A deity is a conscious being. You don't have to believe that 'God' is an aware consciousness, a supreme being. There are pantheists who believe that reality and the universe itself is God. Spirituality is a versatile term that can mean something as simple as being in touch with yourself and having love.


----------



## High4Life (Jul 25, 2008)

Prophecy said:


> *******************************************************
> 
> Psychologist call what you are doing "Projection"; I am straight; I love my God and particularly beautiful women.


 
Im guessing if you loved your god as mush as u say he would not be to happy with you putting cannabis into your lungs would he ,
im hoping your smoke weed and are not that sad to just this site to bore every 1 with your 1920s views if im doing this and peoples doing that whats it 2 you 
a psychologist would tell you to get your own life and stop wraping your neck with the guilt of a book


----------



## BreatheSmoke (Jul 25, 2008)

Oh and thanks for the rep stoney!!


----------



## Stoney McFried (Jul 25, 2008)

Welcome, welcome..


BreatheSmoke said:


> Oh and thanks for the rep stoney!!


----------



## Prophecy (Jul 25, 2008)

High4Life said:


> Im guessing if you loved your god as mush as u say he would not be to happy with you putting cannabis into your lungs would he ,
> im hoping your smoke weed and are not that sad to just this site to bore every 1 with your 1920s views if im doing this and peoples doing that whats it 2 you
> a psychologist would tell you to get your own life and stop wraping your neck with the guilt of a book


***********************************************************

Lets make this clear; I am not in denail of who I am, who God is (to me) nor do I have a problem with who I am and who I am becoming. 

I do not put weed before my relationship with God; weed does not hinder me from seeking a closer relationship with God or any other of my priorities in life (eternity); in other words I am in control of it (weed), its not in control of me.

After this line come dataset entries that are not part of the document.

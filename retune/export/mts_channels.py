"""Which channel each note takes where keys are tuned: two notes on one channel need two keys.

Conventions
-----------
* Channels count from 0; channel 9 (the tenth) is for percussion and takes clicks alone.
"""

from __future__ import annotations

from collections.abc import Callable, Iterable, Sequence
from dataclasses import dataclass, field

from retune.errors import OutputError
from retune.export.midi_channels import CHANNELS, Lane, PartNeeds, agree
from retune.export.midi_plan import PlannedNote
from retune.score.model import Score

Fits = Callable[[PlannedNote, PlannedNote], bool]
"""Whether a later note may sound beside an earlier one on the same channel."""


def other_key(earlier: PlannedNote, later: PlannedNote) -> bool:
    """Every key has a pitch of its own."""
    return earlier.key != later.key


def other_class(earlier: PlannedNote, later: PlannedNote) -> bool:
    """Octaves of a key have one tuning: they fit where they want the same."""
    if earlier.key == later.key:
        return False
    return (earlier.key - later.key) % 12 != 0 or agree(earlier, later)


@dataclass(slots=True, eq=False)
class _OpenLane:
    """A channel while notes are being laid on it, in order of onset."""

    program: int
    notes: list[PlannedNote] = field(default_factory=list)
    sounding: list[PlannedNote] = field(default_factory=list)

    def takes(self, note: PlannedNote, fits: Fits) -> bool:
        self.sounding = [other for other in self.sounding if other.off > note.on]
        return all(fits(other, note) for other in self.sounding)

    def lay(self, note: PlannedNote) -> None:
        self.notes.append(note)
        self.sounding.append(note)


def lay_out(score: Score, parts: Sequence[PartNeeds], fits: Fits) -> tuple[tuple[Lane, ...], str]:
    """Every note's channel, and words on them for the user.

    A part has a channel for itself, more where it holds one key twice. Where MIDI has too few,
    parts of one program share channels; their notes are then released a tick early, as nothing
    orders one track's note-off before another's tuning at the same tick.

    Raises
    ------
    OutputError
        Even then there are too few; bar and beat are named.
    """
    own: list[_OpenLane] = []
    for part in parts:
        lanes: list[_OpenLane] = []
        for note in part.notes:
            _lane_for(note, part.program, lanes, fits).lay(note)
        own += lanes
    if len(own) <= len(CHANNELS):
        return _numbered(own), f"a channel a part, {len(own)} in all"
    programs = {note.part: part.program for part in parts for note in part.notes}
    notes = sorted(
        (note.shortened() for part in parts for note in part.notes),
        key=lambda note: (note.on, note.part, note.key),
    )
    shared: list[_OpenLane] = []
    for note in notes:
        _lane_for(note, programs[note.part], shared, fits).lay(note)
        if len(shared) > len(CHANNELS):
            raise OutputError(
                f"more notes sound here than {len(CHANNELS)} channels have keys for",
                score.place(score.notes[note.note].onset, note.part),
                "Export a score with fewer parts, or --to midi with --set midi.ports=true",
            )
    return _numbered(shared), f"the parts want {len(own)} channels and share {len(shared)}"


def _lane_for(note: PlannedNote, program: int, lanes: list[_OpenLane], fits: Fits) -> _OpenLane:
    """The first lane that takes a note; a new one where none does."""
    matching = (lane for lane in lanes if lane.program == program)
    found = next((lane for lane in matching if lane.takes(note, fits)), None)
    if found is None:
        found = _OpenLane(program)
        lanes.append(found)
    return found


def _numbered(lanes: Iterable[_OpenLane]) -> tuple[Lane, ...]:
    return tuple(
        Lane(channel, lane.program, tuple(lane.notes))
        for channel, lane in zip(CHANNELS, lanes, strict=False)
    )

That Book is a great means of guidance and intervention and understanding of events in the world and in family situations. 

Don't knock it without giving sincere study to it yourself.


----------



## High4Life (Jul 25, 2008)

You hypocrite, first cast out the beam out of your own eye; and then shall you see clearly to cast out the mote out of your brother's eye.

A few words from the book you warship that u deem on others , It will also tell you that a hypocrit will not go any were in front of another person because he uses gods name aloud to prove how much better he is that others , the humble person comes 1st the people that keeps there faith close with out having to force and tell other how bad they are .. before u tell me what im doing think what you are doing 1st ... h4l


----------



## BreatheSmoke (Jul 25, 2008)

Prophecy said:


> ***********************************************************
> 
> Lets make this clear; I am not in denail of who I am, who God is (to me) nor do I have a problem with who I am and who I am becoming.
> 
> ...


Funny, because pretty much every one who has really actually studied the bible is an atheist. You just interpret everything in an illogical way. It's a book... That was written thousands of years ago...The people who wrote it were human just like us. The people made up stories just like us. It is hardly reliable. . Actually not reliable at all. If that is your reason for following the Bible, then why not any other religion? They are all very similar in that aspect.


----------



## Prophecy (Jul 25, 2008)

BreatheSmoke said:


> A deity is a conscious being. You don't have to believe that 'God' is an aware consciousness, a supreme being. There are pantheists who believe that reality and the universe itself is God. Spirituality is a versatile term that can mean something as simple as being in touch with yourself and having love.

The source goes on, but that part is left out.